Required work
The word "keeps" may appear in some lines of the data; copy every such line.

Data excerpts
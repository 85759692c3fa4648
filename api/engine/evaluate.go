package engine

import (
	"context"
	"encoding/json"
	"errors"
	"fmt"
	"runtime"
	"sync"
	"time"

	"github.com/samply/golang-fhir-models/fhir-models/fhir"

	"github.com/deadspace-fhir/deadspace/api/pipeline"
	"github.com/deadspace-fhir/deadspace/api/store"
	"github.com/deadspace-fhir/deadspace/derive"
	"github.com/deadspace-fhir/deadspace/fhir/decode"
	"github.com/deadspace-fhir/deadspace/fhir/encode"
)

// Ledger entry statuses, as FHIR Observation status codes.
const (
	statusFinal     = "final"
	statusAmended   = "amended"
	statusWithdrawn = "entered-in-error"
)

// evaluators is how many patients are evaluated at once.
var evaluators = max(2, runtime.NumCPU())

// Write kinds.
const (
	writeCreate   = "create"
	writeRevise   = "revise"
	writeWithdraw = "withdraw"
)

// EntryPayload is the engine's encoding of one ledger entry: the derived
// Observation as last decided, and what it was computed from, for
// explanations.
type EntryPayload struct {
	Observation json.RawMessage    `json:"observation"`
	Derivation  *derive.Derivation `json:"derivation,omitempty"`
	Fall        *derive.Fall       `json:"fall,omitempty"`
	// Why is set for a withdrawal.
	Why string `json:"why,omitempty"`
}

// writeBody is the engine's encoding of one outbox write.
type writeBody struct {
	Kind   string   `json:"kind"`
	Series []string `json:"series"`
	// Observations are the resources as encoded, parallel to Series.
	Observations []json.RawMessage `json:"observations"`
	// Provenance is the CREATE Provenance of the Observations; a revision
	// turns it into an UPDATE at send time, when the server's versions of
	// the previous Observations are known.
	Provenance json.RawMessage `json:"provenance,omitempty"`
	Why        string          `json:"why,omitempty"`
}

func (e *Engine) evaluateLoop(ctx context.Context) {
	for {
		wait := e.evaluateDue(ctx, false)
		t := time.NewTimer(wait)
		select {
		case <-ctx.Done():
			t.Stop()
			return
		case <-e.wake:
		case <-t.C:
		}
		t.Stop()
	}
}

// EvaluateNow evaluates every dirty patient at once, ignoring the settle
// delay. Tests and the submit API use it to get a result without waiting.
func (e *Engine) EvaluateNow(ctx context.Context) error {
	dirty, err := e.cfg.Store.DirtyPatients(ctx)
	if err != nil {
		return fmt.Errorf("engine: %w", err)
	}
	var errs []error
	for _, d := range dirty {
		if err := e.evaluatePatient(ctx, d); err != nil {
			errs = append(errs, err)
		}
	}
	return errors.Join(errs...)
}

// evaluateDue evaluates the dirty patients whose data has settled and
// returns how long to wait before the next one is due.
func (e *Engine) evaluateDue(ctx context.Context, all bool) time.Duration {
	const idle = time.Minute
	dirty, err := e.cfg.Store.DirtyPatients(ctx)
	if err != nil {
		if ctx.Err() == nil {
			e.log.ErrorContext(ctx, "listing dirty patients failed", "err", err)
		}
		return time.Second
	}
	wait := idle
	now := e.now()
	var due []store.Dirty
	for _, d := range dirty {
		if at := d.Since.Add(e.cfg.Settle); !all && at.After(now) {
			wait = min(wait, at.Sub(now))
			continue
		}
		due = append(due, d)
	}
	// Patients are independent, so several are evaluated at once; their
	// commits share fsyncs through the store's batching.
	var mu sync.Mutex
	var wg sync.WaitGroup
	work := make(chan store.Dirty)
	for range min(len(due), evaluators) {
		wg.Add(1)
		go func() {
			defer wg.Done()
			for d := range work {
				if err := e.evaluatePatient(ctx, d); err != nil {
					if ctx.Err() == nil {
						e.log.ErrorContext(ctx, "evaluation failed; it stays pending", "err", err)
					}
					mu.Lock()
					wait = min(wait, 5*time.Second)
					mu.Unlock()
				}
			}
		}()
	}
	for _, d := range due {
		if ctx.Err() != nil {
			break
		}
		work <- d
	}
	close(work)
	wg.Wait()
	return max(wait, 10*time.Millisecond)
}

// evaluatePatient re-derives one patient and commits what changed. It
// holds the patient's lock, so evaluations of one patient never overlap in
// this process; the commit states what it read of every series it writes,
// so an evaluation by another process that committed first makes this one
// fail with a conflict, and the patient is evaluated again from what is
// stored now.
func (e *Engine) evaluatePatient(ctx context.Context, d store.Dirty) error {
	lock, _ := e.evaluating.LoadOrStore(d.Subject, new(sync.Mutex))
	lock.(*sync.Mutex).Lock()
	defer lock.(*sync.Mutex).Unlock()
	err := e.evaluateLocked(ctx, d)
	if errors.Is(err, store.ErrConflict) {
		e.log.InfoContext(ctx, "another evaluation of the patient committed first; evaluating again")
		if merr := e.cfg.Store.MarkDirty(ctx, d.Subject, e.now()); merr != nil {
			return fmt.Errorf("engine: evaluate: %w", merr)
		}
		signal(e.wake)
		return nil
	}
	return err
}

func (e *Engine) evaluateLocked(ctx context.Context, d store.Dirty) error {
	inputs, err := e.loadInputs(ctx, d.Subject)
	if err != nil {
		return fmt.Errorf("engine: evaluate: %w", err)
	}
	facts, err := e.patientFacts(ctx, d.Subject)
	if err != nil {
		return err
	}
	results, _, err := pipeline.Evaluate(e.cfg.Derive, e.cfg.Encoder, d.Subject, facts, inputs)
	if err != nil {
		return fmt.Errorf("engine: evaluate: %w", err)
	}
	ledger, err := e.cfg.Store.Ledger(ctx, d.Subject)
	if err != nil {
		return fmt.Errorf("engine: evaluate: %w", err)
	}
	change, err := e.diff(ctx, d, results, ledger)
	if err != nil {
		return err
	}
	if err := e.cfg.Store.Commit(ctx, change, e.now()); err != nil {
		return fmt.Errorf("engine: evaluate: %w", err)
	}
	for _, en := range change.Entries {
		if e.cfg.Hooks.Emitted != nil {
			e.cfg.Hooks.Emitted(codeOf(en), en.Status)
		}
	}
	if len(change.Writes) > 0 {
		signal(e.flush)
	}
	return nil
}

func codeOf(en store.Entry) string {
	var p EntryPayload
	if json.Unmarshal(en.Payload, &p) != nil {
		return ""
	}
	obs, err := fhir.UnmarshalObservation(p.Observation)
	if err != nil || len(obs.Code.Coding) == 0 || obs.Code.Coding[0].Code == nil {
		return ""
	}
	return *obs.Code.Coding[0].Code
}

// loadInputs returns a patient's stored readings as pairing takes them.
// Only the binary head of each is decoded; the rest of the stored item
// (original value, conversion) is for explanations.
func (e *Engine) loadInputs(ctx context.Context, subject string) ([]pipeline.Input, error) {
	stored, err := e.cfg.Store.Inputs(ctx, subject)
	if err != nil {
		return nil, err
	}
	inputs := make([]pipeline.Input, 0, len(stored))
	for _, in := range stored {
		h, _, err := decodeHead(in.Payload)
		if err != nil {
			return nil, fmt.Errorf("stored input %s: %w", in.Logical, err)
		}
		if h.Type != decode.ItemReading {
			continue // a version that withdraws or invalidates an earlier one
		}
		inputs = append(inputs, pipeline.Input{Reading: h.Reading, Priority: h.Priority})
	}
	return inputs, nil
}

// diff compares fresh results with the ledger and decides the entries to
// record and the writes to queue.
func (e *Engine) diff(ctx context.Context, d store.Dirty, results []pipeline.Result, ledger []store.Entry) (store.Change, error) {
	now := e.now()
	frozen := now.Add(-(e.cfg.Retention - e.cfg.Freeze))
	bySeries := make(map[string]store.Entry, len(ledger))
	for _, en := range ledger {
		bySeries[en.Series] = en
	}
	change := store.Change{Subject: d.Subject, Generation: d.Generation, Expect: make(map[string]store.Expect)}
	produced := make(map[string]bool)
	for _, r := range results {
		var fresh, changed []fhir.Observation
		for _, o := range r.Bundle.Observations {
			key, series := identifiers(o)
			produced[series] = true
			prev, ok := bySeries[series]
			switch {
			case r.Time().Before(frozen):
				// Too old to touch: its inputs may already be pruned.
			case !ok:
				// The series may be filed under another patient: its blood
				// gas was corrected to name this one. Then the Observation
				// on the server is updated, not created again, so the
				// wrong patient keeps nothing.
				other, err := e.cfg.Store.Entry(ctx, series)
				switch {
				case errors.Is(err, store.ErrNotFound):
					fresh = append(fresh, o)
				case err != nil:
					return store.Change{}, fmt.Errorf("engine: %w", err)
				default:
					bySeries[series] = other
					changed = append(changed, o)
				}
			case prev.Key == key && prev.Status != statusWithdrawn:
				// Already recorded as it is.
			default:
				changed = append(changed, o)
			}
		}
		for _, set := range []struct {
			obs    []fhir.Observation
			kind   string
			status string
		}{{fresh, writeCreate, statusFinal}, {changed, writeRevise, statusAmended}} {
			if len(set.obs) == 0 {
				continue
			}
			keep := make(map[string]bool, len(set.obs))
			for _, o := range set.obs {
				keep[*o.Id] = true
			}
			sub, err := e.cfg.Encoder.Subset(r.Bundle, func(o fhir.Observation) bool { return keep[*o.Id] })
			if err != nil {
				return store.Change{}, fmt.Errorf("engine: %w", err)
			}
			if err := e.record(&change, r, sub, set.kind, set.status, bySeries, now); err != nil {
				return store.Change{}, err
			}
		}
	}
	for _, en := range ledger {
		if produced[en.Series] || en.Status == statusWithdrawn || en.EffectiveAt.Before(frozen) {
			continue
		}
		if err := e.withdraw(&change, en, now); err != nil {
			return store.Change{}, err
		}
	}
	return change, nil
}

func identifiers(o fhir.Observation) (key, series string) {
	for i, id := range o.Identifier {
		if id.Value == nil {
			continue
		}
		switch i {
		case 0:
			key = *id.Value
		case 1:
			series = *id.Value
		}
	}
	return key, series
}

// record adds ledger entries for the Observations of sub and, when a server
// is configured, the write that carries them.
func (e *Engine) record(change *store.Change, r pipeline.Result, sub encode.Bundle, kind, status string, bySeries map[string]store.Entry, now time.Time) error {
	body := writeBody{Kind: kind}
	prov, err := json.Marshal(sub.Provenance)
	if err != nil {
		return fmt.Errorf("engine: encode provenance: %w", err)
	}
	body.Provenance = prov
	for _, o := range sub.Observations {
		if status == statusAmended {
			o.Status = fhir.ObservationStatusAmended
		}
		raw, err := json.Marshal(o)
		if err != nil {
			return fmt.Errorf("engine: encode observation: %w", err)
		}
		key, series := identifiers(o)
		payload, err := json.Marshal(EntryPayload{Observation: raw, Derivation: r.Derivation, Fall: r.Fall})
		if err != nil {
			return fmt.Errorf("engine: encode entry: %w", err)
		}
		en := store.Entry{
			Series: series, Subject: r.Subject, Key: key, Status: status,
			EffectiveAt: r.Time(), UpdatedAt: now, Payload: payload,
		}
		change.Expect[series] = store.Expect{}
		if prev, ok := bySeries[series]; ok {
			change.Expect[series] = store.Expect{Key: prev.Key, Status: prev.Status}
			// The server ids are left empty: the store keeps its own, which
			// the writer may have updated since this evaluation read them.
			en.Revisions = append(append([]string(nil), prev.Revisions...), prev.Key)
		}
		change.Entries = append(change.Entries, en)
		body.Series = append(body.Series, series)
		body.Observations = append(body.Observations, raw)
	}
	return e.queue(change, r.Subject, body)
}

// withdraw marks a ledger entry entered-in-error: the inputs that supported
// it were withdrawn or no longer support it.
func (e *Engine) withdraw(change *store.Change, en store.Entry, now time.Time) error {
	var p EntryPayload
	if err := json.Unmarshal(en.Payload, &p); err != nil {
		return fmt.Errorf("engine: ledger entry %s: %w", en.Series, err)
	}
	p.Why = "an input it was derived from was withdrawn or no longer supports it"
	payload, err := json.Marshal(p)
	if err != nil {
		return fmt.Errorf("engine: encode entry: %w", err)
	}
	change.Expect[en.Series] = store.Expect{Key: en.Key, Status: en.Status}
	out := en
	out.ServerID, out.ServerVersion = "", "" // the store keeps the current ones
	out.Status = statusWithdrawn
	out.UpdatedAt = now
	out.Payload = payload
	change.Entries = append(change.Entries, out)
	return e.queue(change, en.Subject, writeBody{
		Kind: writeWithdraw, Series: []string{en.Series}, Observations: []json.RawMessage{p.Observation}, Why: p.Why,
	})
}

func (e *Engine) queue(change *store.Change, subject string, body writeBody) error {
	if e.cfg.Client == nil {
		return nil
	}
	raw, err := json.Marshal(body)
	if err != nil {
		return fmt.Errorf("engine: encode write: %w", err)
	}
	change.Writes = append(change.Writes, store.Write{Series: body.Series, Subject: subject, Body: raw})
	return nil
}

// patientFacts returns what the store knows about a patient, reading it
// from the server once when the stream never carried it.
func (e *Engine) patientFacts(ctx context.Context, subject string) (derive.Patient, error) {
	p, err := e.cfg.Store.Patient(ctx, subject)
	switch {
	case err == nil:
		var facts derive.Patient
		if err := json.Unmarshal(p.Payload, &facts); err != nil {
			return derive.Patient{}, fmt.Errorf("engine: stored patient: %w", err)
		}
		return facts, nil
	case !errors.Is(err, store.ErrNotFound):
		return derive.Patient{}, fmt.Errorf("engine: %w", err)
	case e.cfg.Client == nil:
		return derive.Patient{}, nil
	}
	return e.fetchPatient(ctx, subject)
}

Task response
				// wrong patient keeps nothing.
			// The server ids are left empty: the store keeps its own, which
	out.ServerID, out.ServerVersion = "", "" // the store keeps the current ones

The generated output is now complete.